- **Task directions**
Write all of the entries again. Keep them exactly as they are.

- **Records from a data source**
[Start of Attachment]
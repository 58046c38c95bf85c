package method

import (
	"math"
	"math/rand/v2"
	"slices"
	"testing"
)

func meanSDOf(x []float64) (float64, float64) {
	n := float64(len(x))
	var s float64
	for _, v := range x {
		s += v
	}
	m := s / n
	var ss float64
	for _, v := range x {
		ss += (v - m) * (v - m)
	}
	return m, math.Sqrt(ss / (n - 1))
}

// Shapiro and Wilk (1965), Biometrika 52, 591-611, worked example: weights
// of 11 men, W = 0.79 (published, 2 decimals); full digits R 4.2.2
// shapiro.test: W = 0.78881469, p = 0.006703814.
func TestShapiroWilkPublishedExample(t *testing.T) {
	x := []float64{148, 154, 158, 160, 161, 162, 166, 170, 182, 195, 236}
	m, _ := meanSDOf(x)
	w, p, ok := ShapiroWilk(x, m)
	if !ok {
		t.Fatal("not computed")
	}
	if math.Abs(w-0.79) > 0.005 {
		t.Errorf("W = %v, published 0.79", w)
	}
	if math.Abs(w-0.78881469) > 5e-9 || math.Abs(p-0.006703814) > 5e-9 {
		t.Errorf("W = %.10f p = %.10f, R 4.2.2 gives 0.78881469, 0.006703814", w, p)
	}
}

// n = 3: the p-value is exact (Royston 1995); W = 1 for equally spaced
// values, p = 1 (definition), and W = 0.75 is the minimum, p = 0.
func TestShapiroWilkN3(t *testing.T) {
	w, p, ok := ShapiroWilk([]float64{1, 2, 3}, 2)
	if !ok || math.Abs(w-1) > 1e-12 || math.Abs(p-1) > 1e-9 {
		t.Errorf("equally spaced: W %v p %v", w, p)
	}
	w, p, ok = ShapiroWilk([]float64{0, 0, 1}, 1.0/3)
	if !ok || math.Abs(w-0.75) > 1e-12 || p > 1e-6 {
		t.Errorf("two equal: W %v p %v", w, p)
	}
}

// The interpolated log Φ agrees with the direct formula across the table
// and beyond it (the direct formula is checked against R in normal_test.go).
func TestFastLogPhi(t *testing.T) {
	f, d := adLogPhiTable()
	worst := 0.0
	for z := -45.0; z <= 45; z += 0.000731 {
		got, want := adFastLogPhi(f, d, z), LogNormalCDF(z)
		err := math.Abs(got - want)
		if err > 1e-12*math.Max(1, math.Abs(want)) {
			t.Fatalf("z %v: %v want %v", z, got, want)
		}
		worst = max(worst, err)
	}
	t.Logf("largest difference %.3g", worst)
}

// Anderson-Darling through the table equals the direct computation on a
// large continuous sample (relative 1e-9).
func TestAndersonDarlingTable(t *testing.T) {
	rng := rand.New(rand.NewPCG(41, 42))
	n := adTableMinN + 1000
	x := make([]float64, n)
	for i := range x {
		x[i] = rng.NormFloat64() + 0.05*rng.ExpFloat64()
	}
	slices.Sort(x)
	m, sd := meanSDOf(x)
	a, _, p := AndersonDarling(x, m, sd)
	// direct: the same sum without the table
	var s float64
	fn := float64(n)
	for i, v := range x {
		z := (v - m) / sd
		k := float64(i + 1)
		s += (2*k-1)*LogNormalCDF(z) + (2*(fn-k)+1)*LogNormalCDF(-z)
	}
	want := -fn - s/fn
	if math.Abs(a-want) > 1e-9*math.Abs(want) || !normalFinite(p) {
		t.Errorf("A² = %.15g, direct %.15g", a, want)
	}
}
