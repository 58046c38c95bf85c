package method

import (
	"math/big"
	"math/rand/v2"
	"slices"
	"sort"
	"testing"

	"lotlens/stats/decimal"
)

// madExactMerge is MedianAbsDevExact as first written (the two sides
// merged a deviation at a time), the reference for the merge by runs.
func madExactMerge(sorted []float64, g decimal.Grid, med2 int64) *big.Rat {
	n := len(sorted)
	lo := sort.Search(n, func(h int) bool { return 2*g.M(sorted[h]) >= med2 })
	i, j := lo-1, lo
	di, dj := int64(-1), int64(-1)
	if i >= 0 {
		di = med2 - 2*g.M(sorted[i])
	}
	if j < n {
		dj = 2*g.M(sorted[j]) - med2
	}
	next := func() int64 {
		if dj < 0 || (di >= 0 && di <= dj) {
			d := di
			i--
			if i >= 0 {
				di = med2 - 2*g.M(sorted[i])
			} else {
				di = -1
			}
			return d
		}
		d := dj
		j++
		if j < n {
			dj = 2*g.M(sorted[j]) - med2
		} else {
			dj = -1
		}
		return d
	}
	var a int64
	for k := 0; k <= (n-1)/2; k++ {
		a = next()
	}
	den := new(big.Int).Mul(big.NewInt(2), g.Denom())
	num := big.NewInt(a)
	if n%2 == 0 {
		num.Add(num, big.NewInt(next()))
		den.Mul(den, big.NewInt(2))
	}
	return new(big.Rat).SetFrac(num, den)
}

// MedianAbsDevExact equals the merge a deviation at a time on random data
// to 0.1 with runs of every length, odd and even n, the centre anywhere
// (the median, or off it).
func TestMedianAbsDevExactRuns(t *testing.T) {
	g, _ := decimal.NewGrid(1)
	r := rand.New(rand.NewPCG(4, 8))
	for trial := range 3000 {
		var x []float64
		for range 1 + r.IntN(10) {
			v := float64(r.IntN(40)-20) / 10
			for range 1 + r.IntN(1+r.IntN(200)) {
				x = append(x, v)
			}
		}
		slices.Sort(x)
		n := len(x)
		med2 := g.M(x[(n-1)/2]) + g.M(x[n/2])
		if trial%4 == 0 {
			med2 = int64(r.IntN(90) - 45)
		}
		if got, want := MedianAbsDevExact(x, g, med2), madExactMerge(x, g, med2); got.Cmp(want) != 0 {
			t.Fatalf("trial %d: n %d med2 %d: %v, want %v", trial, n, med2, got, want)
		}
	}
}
[End of Attachment]
- **Output of the task**
repository 58046c38c95bf85c
package method

import (
	"math"
	"math/rand/v2"
	"slices"
	"testing"
)

func meanSDOf(x []float64) (float64, float64) {
	n := float64(len(x))
	var s float64
	for _, v := range x {
		s += v
	}
	m := s / n
	var ss float64
	for _, v := range x {
		ss += (v - m) * (v - m)
	}
	return m, math.Sqrt(ss / (n - 1))
}

// Shapiro and Wilk (1965), Biometrika 52, 591-611, worked example: weights
// of 11 men, W = 0.79 (published, 2 decimals); full digits R 4.2.2
// shapiro.test: W = 0.78881469, p = 0.006703814.
func TestShapiroWilkPublishedExample(t *testing.T) {
	x := []float64{148, 154, 158, 160, 161, 162, 166, 170, 182, 195, 236}
	m, _ := meanSDOf(x)
	w, p, ok := ShapiroWilk(x, m)
	if !ok {
		t.Fatal("not computed")
	}
	if math.Abs(w-0.79) > 0.005 {
		t.Errorf("W = %v, published 0.79", w)
	}
	if math.Abs(w-0.78881469) > 5e-9 || math.Abs(p-0.006703814) > 5e-9 {
		t.Errorf("W = %.10f p = %.10f, R 4.2.2 gives 0.78881469, 0.006703814", w, p)
	}
}

// n = 3: the p-value is exact (Royston 1995); W = 1 for equally spaced
// values, p = 1 (definition), and W = 0.75 is the minimum, p = 0.
func TestShapiroWilkN3(t *testing.T) {
	w, p, ok := ShapiroWilk([]float64{1, 2, 3}, 2)
	if !ok || math.Abs(w-1) > 1e-12 || math.Abs(p-1) > 1e-9 {
		t.Errorf("equally spaced: W %v p %v", w, p)
	}
	w, p, ok = ShapiroWilk([]float64{0, 0, 1}, 1.0/3)
	if !ok || math.Abs(w-0.75) > 1e-12 || p > 1e-6 {
		t.Errorf("two equal: W %v p %v", w, p)
	}
}

// The interpolated log Φ agrees with the direct formula across the table
// and beyond it (the direct formula is checked against R in normal_test.go).
func TestFastLogPhi(t *testing.T) {
	f, d := adLogPhiTable()
	worst := 0.0
	for z := -45.0; z <= 45; z += 0.000731 {
		got, want := adFastLogPhi(f, d, z), LogNormalCDF(z)
		err := math.Abs(got - want)
		if err > 1e-12*math.Max(1, math.Abs(want)) {
			t.Fatalf("z %v: %v want %v", z, got, want)
		}
		worst = max(worst, err)
	}
	t.Logf("largest difference %.3g", worst)
}

// Anderson-Darling through the table equals the direct computation on a
// large continuous sample (relative 1e-9).
func TestAndersonDarlingTable(t *testing.T) {
	rng := rand.New(rand.NewPCG(41, 42))
	n := adTableMinN + 1000
	x := make([]float64, n)
	for i := range x {
		x[i] = rng.NormFloat64() + 0.05*rng.ExpFloat64()
	}
	slices.Sort(x)
	m, sd := meanSDOf(x)
	a, _, p := AndersonDarling(x, m, sd)
	// direct: the same sum without the table
	var s float64
	fn := float64(n)
	for i, v := range x {
		z := (v - m) / sd
		k := float64(i + 1)
		s += (2*k-1)*LogNormalCDF(z) + (2*(fn-k)+1)*LogNormalCDF(-z)
	}
	want := -fn - s/fn
	if math.Abs(a-want) > 1e-9*math.Abs(want) || !normalFinite(p) {
		t.Errorf("A² = %.15g, direct %.15g", a, want)
	}
}
repository 58046c38c95bf85c
package method

import (
	"math/big"
	"math/rand/v2"
	"slices"
	"sort"
	"testing"

	"lotlens/stats/decimal"
)

// madExactMerge is MedianAbsDevExact as first written (the two sides
// merged a deviation at a time), the reference for the merge by runs.
func madExactMerge(sorted []float64, g decimal.Grid, med2 int64) *big.Rat {
	n := len(sorted)
	lo := sort.Search(n, func(h int) bool { return 2*g.M(sorted[h]) >= med2 })
	i, j := lo-1, lo
	di, dj := int64(-1), int64(-1)
	if i >= 0 {
		di = med2 - 2*g.M(sorted[i])
	}
	if j < n {
		dj = 2*g.M(sorted[j]) - med2
	}
	next := func() int64 {
		if dj < 0 || (di >= 0 && di <= dj) {
			d := di
			i--
			if i >= 0 {
				di = med2 - 2*g.M(sorted[i])
			} else {
				di = -1
			}
			return d
		}
		d := dj
		j++
		if j < n {
			dj = 2*g.M(sorted[j]) - med2
		} else {
			dj = -1
		}
		return d
	}
	var a int64
	for k := 0; k <= (n-1)/2; k++ {
		a = next()
	}
	den := new(big.Int).Mul(big.NewInt(2), g.Denom())
	num := big.NewInt(a)
	if n%2 == 0 {
		num.Add(num, big.NewInt(next()))
		den.Mul(den, big.NewInt(2))
	}
	return new(big.Rat).SetFrac(num, den)
}

// MedianAbsDevExact equals the merge a deviation at a time on random data
// to 0.1 with runs of every length, odd and even n, the centre anywhere
// (the median, or off it).
func TestMedianAbsDevExactRuns(t *testing.T) {
	g, _ := decimal.NewGrid(1)
	r := rand.New(rand.NewPCG(4, 8))
	for trial := range 3000 {
		var x []float64
		for range 1 + r.IntN(10) {
			v := float64(r.IntN(40)-20) / 10
			for range 1 + r.IntN(1+r.IntN(200)) {
				x = append(x, v)
			}
		}
		slices.Sort(x)
		n := len(x)
		med2 := g.M(x[(n-1)/2]) + g.M(x[n/2])
		if trial%4 == 0 {
			med2 = int64(r.IntN(90) - 45)
		}
		if got, want := MedianAbsDevExact(x, g, med2), madExactMerge(x, g, med2); got.Cmp(want) != 0 {
			t.Fatalf("trial %d: n %d med2 %d: %v, want %v", trial, n, med2, got, want)
		}
	}
}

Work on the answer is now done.